▸ Exercise objective
Give back exactly the line that contains "(evidence.to - evidence.from)" and all the lines after it in the records below, to the very last, with no other output.

* * * * * * *

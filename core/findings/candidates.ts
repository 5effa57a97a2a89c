import type { BudgetLine, Headroom, TripFinding } from '../contract/findings.ts'
import { usualInterval } from '../timeline/series.ts'
import { eachSpan, NO_SPANS, spansOf } from '../timeline/spans.ts'
import type { Thing, Timeline } from '../timeline/timeline.ts'
import type { Candidate, ExposureWindow } from './line-up.ts'
import type { LogView } from './log-view.ts'
import { type CauseKind, courseRatio, type Pace } from './marks.ts'
import {
  ABNORMAL,
  GUILTY_LOOK,
  innocence,
  isAbnormal,
  liftFactor,
  loadCurrentOdds,
  ODDS,
  rainOdds,
  standingOdds,
  thingOdds,
  timedFactor,
  wetTime,
} from './prior-odds.ts'
import type { RunProfile } from './run-profiles.ts'
import type { TimedCluster } from './timed/timed-clusters.ts'
import { whenWords } from './timed/timed-step.ts'
import { clockWindows } from './windows/clock-windows.ts'
import { heldToTrips } from './windows/held-to-trips.ts'
import { withKicks } from './windows/kicks.ts'
import { levelWindows, ofOneThing } from './windows/level-windows.ts'
import { periodWindows } from './windows/period-windows.ts'
import { sunWindows } from './windows/sun-windows.ts'
import { type Partner, thingWindows } from './windows/thing-windows.ts'
import { type Frame, type Layer, layeredWindow, marked, normalised, windowOf } from './windows/trip-share.ts'
import { loadCurrentWindows, rainWindows, temperatureWindows } from './windows/weather-windows.ts'

/** A device that opens too soon is fired by any sound load: how far the odds of all else fall then. */
const UNDER_A_BAD_DEVICE = 0.001
/** Odds of a device that a test showed to open too soon: measured, not guessed. */
const BAD_DEVICE = 600

/** Trips after a visible rise that speak for a device that opens too soon. */
const LEAST_RISEN = 3
/** What takes up headroom worth naming, mA. */
const PARTNER_MA = 0.8

/** A load that runs by itself mostly fires as it starts: in its first minutes, so many times likelier. */
const EARLY_MS = 6 * 60_000
const EARLY_TIMES = 10

/** Something on no sheet that comes by the clock, a period or the sun is one and the same thing. */
const TIMERS: ReadonlySet<string> = new Set(['clock', 'period', 'sun'])

/** Times of people and loggers differ by this much. */
const TOGETHER_MS = 60_000

/** What the other findings say that the line-up uses. */
export interface Measured {
  readonly trips: readonly TripFinding[]
  readonly profiles: ReadonlyMap<string, RunProfile>
  readonly budget: readonly BudgetLine[]
  readonly headroom: Headroom
}

/**
 * Every suspect that this site can have, with its prior odds and the windows in which it may act: circuits and loads,
 * rain, temperature, clock, period, sun, load current, standing leakage or the device itself, supply, and a load that
 * nobody listed. `courses` are those of the frame's trips. A suspect without a window is left out: nothing can be said.
 */
export function candidatesOf(
  frame: Frame,
  courses: readonly TripFinding['course'][],
  measured: Measured,
  log: LogView,
): Candidate[] {
  const { timeline } = frame
  const interval = timeline.leakage === null ? 1 : usualInterval(timeline.leakage)
  const marks = (kind: CauseKind, pace: Pace): Float64Array =>
    Float64Array.from(courses, (course) => courseRatio(kind, pace, course, Number.isNaN(interval) ? 1 : interval))
  const list: Candidate[] = []
  const tooSensitive = isTooSensitive(timeline, measured)
  const add = (of: string, given: number, kind: CauseKind, windows: readonly ExposureWindow[]): void => {
    const odds = tooSensitive && of !== 'device' && of !== 'supply' ? given * UNDER_A_BAD_DEVICE : given
    if (windows.length === 0 || odds <= 0) return
    // supply has one pace; every other cause is tried at both
    const paced =
      kind === 'supply'
        ? marked(windows, marks(kind, 'at-once'), 1)
        : [...marked(windows, marks(kind, 'at-once'), 0.5), ...marked(windows, marks(kind, 'visibly'), 0.5)]
    const thing = timeline.things.find((t) => t.of === of)
    const candidate: Candidate = { of, odds, windows: paced }
    if (of === 'device' || of === 'unlisted') list.push({ ...candidate, alone: true })
    else if (TIMERS.has(of)) list.push({ ...candidate, family: 'timer', ownHours: true })
    else if (of === 'load-current' && log.followsCurrent === true) list.push({ ...candidate, alone: true })
    else if (thing?.kind === 'load') list.push({ ...candidate, partOf: `circuit:${thing.circuit}` })
    else list.push(candidate)
  }
  const byThing = new Map(
    timeline.things.map((thing) => [
      thing.of,
      thingWindows(frame, heldToTrips(thing, frame.trips), partnersOf(timeline, thing, log)),
    ]),
  )
  const isJudged = (of: string): boolean => (byThing.get(of)?.length ?? 0) > 0
  const rain = rainOdds(log)
  const wet = wetTime(rain, log.dryings)
  const level = levelWindows(frame, log, ofOneThing(log, wet))
  // a device that opens too soon does so whoever made the level high
  const anyLevel = levelWindows(frame, log, NO_SPANS)
  const unlisted = log.timed.some((t) => timedFactor(log, t) >= GUILTY_LOOK)
    ? []
    : unlistedWindows(frame, log, wet !== null)
  for (const thing of timeline.things) {
    const odds = thingOdds(timeline, thing, log, isJudged) * innocence(log, thing.of)
    add(thing.of, odds, 'local', byThing.get(thing.of) ?? [])
  }
  add('rain', rain, 'weather', rainWindows(frame, log.dryings))
  add('temperature', ODDS.temperature, 'weather', temperatureWindows(frame))
  for (const kind of ['clock', 'period', 'sun'] as const) {
    const seen = timedWindows(frame, log, kind)
    const blind = kind === 'clock' ? clockWindows(frame) : kind === 'period' ? periodWindows(frame) : sunWindows(frame)
    // what the log shows to keep a schedule is likelier than what only trips would show
    const weight = seen.factor === null ? 0 : seen.factor
    const all = [...scaled(seen.windows, weight / (1 + weight)), ...scaled(blind, 1 / (1 + weight))]
    add(kind, ODDS[kind] * (1 + weight), 'local', all)
  }
  add('load-current', loadCurrentOdds(log), 'local', loadCurrentWindows(frame))
  if (tooSensitive) add('device', BAD_DEVICE, 'local', [...scaled(anyLevel, 0.5), ...always(frame, 'at any time', 0.5)])
  else {
    add('standing', standingOdds(log, measured.headroom), 'local', level)
    add('device', untestedDeviceOdds(timeline, measured, courses), 'local', anyLevel)
  }
  add('supply', ODDS.supply, 'supply', supplyWindows(frame))
  const irregular = unlisted.length === 0 ? 1 : isAbnormal(log) ? ABNORMAL : 4
  add('unlisted', ODDS.unlisted * irregular, 'local', [
    ...unlisted,
    ...always(frame, 'at any time', unlisted.length > 0 ? 0.5 : 1),
  ])
  return list
}

/**
 * Whoever else takes up much headroom while it runs, for a thing that by its leakage may well fire trips: the last milliamp is its,
 * the others only make it the last.
 */
function partnersOf(timeline: Timeline, thing: Thing, log: LogView): Partner[] {
  if (liftFactor(log.lifts.get(thing.of)) < GUILTY_LOOK) return []
  return timeline.things.flatMap(({ of, label, state }) =>
    of !== thing.of && (log.lifts.get(of)?.usualMa ?? 0) >= PARTNER_MA ? [{ of, label, on: state.on }] : [],
  )
}

/** Whether a schedule that the log shows may be of this kind: one that clock and sun explain alike is of both. */
function isOfKind({ schedule }: TimedCluster, kind: 'clock' | 'period' | 'sun'): boolean {
  return schedule.kind === kind || (kind === 'sun' && schedule.kind === 'clock' && schedule.sunMoved !== undefined)
}

/** When unnamed loads with such a schedule were due, and how suspicious the heaviest of them is; null without any. */
function timedWindows(
  frame: Frame,
  log: LogView,
  kind: 'clock' | 'period' | 'sun',
): { windows: ExposureWindow[]; factor: number | null } {
  const all = spansOf([[frame.timeline.from, frame.timeline.to]])
  const found = log.timed.filter((cluster) => isOfKind(cluster, kind))
  let factor: number | null = null
  const windows = found.flatMap((cluster, i): (ExposureWindow | null)[] => {
    const weight = timedFactor(log, cluster)
    factor = Math.max(factor ?? 0, weight)
    const words = `while an unnamed load was due (${whenWords(cluster.schedule)})`
    const starts = spansOf(
      [...eachSpan(cluster.due)].map(({ from, to }) => [from, Math.min(to, from + EARLY_MS)] as const),
    )
    const run: Layer = { inside: cluster.due, weight: 1 }
    const first: Layer = { inside: starts, weight: EARLY_TIMES - 1 }
    return [
      layeredWindow(frame, `due-${i}`, words, 0.5 * weight, [run], all),
      layeredWindow(frame, `due-early-${i}`, words, 0.5 * weight, [run, first], all),
    ]
  })
  return { windows: normalised(windows), factor }
}

function always(frame: Frame, words: string, prior: number): ExposureWindow[] {
  const inside = new Float64Array(frame.trips.length).fill(1)
  const hoursBy = frame.habits.map(() => frame.hours)
  return [
    { key: 'any', words, prior, hoursBy, inside, insideHours: frame.hours, weightsBy: frame.habits.map(() => inside) },
  ]
}

/**
 * When other devices opened: as exactly as their trips are known, so that an interval of hours that holds a trip of
 * this one says little and an instant much.
 */
function supplyWindows(frame: Frame): ExposureWindow[] {
  const { from, to, otherTrips } = frame.timeline
  const spans = spansOf(otherTrips.map((t) => [t.from - TOGETHER_MS, t.to + TOGETHER_MS] as const))
  const words = 'when another device opened too, as far as its trips are known'
  const together = windowOf(frame, 'together', words, 0.5, spans, spansOf([[from, to]]))
  return together === null
    ? always(frame, 'together with others', 1)
    : [together, ...always(frame, 'together with others', 0.5)]
}

function scaled(windows: readonly ExposureWindow[], by: number): ExposureWindow[] {
  return windows.map((w) => ({ ...w, prior: w.prior * by }))
}

/** Excursions that no named load accounts for or starts, seen apart from trips, and not the rain's. */
function unlistedWindows(frame: Frame, log: LogView, rainLifts: boolean): ExposureWindow[] {
  const { unexplained } = log
  if (unexplained === null || unexplained.apart < 3 || unexplained.follows !== null || rainLifts) return []
  const all = spansOf([[frame.timeline.from, frame.timeline.to]])
  const words = 'while the leakage stood far above what the listed loads explain'
  return withKicks(frame, 'unexplained', words, 0.5, [{ inside: unexplained.excursions, weight: 1 }], all)
}

/**
 * Odds that a device which nobody has tested opens too soon: where the leakage never came near half its rating only the
 * level at its trips can tell, the more so when it opened several times after a rise of its own. 0 otherwise.
 */
function untestedDeviceOdds(
  timeline: Timeline,
  { headroom }: Measured,
  courses: readonly TripFinding['course'][],
): number {
  const max = headroom.standingMa?.max
  if (headroom.tripMa.basis === 'ramp-tests' || max === undefined || max >= 0.9 * half(timeline)) return 0
  const risen = courses.filter((course) => course === 'step' || course === 'creep').length
  return ODDS.device * (risen >= LEAST_RISEN ? 10 : 1)
}

/** A ramp test below 0.5 IΔn, the current at which the standards forbid a trip (IEC 61008-1, IEC 61009-1, from memory). */
function isTooSensitive(timeline: Timeline, { headroom }: Measured): boolean {
  return headroom.tripMa.basis === 'ramp-tests' && headroom.tripMa.high < half(timeline)
}

function half(timeline: Timeline): number {
  return 0.5 * timeline.rcd.ratedMa
}
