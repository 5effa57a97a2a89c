import type { BudgetLine } from '../contract/findings.ts'
import { laggedCorrelation } from '../statistics/correlation.ts'
import { quantile } from '../statistics/quantile.ts'
import { lowerBound, type Series } from '../timeline/series.ts'
import type { Thing, Timeline } from '../timeline/timeline.ts'
import { minuteLevels } from './minute-levels.ts'

const MINUTE_MS = 60_000
/** Things that must have stepped in both leakage and load current for a verdict. */
const LEAST_THINGS = 4
const LEAST_STEPS = 2
const MOST_STEPS = 200

/** Changes over so many minutes, of at least so many amperes, are compared; so many of them make a verdict. */
const APART_MINUTES = 5
const LEAST_AMPS = 1
const LEAST_CHANGES = 30
/** Correlation of the changes that decides alone, and the least that may go with a law that foretells. */
const PLAIN = 0.92
const ALONGSIDE = 0.8

/**
 * Whether leakage follows the load current of the group whichever load carries it: the mark of a neutral–earth fault
 * (domain.md). A conductive share k of the current I on a standing level B reads √(B² + (kI)²), a rise that grows
 * faster than the current; k is fitted on all things but the one with the largest rise, and must then foretell that
 * one. Beside it the five-minute changes of both must go together, or do so almost perfectly. True or false, null
 * where the log cannot tell.
 */
export function followsCurrent(timeline: Timeline, minutes: Series, budget: readonly BudgetLine[]): boolean | null {
  const { loadCurrent } = timeline
  if (loadCurrent === null || minutes.t.length === 0) return null
  const together = changesTogether(minutes, loadCurrent)
  if (together !== null && together >= PLAIN) return true
  if (together !== null && together < ALONGSIDE) return false
  const standing = quantile(minutes.v, 0.25)
  const steps: { readonly amps: number; readonly ma: number }[] = []
  for (const thing of timeline.things) {
    const line = budget.find((b) => b.of === thing.of && b.basis === 'switching')
    const amps = stepOf(loadCurrent, thing)
    if (line?.ma === null || line?.ma === undefined || amps === null || amps <= 0.05) continue
    steps.push({ amps, ma: Math.max(0, line.ma) })
  }
  if (steps.length < LEAST_THINGS) return null
  steps.sort((a, b) => b.ma - a.ma)
  const [largest, ...others] = steps as [(typeof steps)[number], ...typeof steps]
  if (largest.ma < 0.5) return false
  const rise = (k: number, amps: number): number => Math.hypot(standing, k * amps) - standing
  let best = { k: 0, miss: Number.POSITIVE_INFINITY }
  for (let log = -3; log <= 2; log += 0.02) {
    const k = 10 ** log
    let miss = 0
    for (const { amps, ma } of others) miss += (rise(k, amps) - ma) ** 2
    if (miss < best.miss) best = { k, miss }
  }
  const total = others.reduce((sum, s) => sum + s.ma ** 2, 0)
  const foretold = rise(best.k, largest.amps)
  return best.miss <= 0.5 * total && foretold >= 0.4 * largest.ma && foretold <= 2.5 * largest.ma
}

/** Pearson correlation of the changes of leakage and load current over five minutes; null with too few. */
function changesTogether(minutes: Series, loadCurrent: Series): number | null {
  const amps = new Map<number, number>()
  const current = minuteLevels(loadCurrent)
  current.t.forEach((t, i) => {
    amps.set(t, current.v[i]!)
  })
  const xs: number[] = []
  const ys: number[] = []
  for (let i = APART_MINUTES; i < minutes.t.length; i += APART_MINUTES) {
    const [now, then] = [minutes.t[i]!, minutes.t[i - APART_MINUTES]!]
    const change = (amps.get(now) ?? Number.NaN) - (amps.get(then) ?? Number.NaN)
    if (!(Math.abs(change) >= LEAST_AMPS) || now - then > 3 * APART_MINUTES * MINUTE_MS) continue
    xs.push(change)
    ys.push(minutes.v[i]! - minutes.v[i - APART_MINUTES]!)
  }
  return xs.length < LEAST_CHANGES ? null : laggedCorrelation(xs, ys, 0)
}

/** Median step of a series when the thing is switched, its sign turned for switching off; null with too few. */
function stepOf(series: Series, thing: Thing): number | null {
  const steps: number[] = []
  for (const { at, on } of thing.changes.slice(-MOST_STEPS)) {
    const before = meanBetween(series, at - 4 * MINUTE_MS, at - MINUTE_MS)
    const after = meanBetween(series, at + MINUTE_MS, at + 4 * MINUTE_MS)
    if (Number.isNaN(before) || Number.isNaN(after)) continue
    steps.push(on ? after - before : before - after)
  }
  return steps.length < LEAST_STEPS ? null : quantile(steps, 0.5)
}

function meanBetween(series: Series, from: number, to: number): number {
  const a = lowerBound(series.t, from)
  const b = lowerBound(series.t, to)
  let sum = 0
  for (let i = a; i < b; i++) sum += series.v[i]!
  return b > a ? sum / (b - a) : Number.NaN
}
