import type { Findings } from '../contract/findings.ts'
import { writeInstant } from '../contract/primitives.ts'
import type { Evidence } from '../timeline/evidence.ts'

/** Raised whenever the same evidence may give other findings than before; part of every cache key. */
export const FINDINGS_VERSION = 1

/**
 * The findings of one device over [from, to): the only door into this folder. Same evidence, same bytes.
 * Too little data is an answer of its own, never an error.
 */
export function findings(evidence: Evidence): Findings {
  const rcd = evidence.sheet.rcds.find((r) => r.ref === evidence.rcd)
  const rated = rcd?.ratedMa ?? 30
  return {
    rcd: evidence.rcd,
    from: writeInstant(evidence.from),
    to: writeInstant(evidence.to),
    answer: { text: 'Not enough to say yet.', sureness: null },
    coverage: { energisedHours: (evidence.to - evidence.from) / 3_600_000, readingHours: 0, trips: 0, gaps: [] },
    headroom: {
      tripMa: { value: 0.75 * rated, low: 0.5 * rated, high: rated, basis: 'limits' },
      standingMa: null,
      shareOfRating: null,
      advisedShare: 0.3,
    },
    budget: [],
    trips: [],
    suspects: [],
    patterns: {
      clock: { verdict: 'too few trips to say' },
      period: { verdict: 'too few trips to say' },
      sun: { verdict: 'too few trips to say' },
      rain: { verdict: 'no rain channel' },
      temperature: { verdict: 'no temperature channel' },
      load: { verdict: 'no load current channel' },
      timedSteps: [],
    },
    next: [],
    proof: { remedyAt: null, quietHours: null, confidenceFixed: null, hoursTo95: null, text: 'No remedy is recorded.' },
    notes: [],
  }
}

* * * * * * *

▸ Task output
    coverage: { energisedHours: (evidence.to - evidence.from) / 3_600_000, readingHours: 0, trips: 0, gaps: [] },
    headroom: {
      tripMa: { value: 0.75 * rated, low: 0.5 * rated, high: rated, basis: 'limits' },
      standingMa: null,
      shareOfRating: null,
      advisedShare: 0.3,
    },
    budget: [],
    trips: [],
    suspects: [],
    patterns: {
      clock: { verdict: 'too few trips to say' },
      period: { verdict: 'too few trips to say' },
      sun: { verdict: 'too few trips to say' },
      rain: { verdict: 'no rain channel' },
      temperature: { verdict: 'no temperature channel' },
      load: { verdict: 'no load current channel' },
      timedSteps: [],
    },
    next: [],
    proof: { remedyAt: null, quietHours: null, confidenceFixed: null, hoursTo95: null, text: 'No remedy is recorded.' },
    notes: [],
  }
}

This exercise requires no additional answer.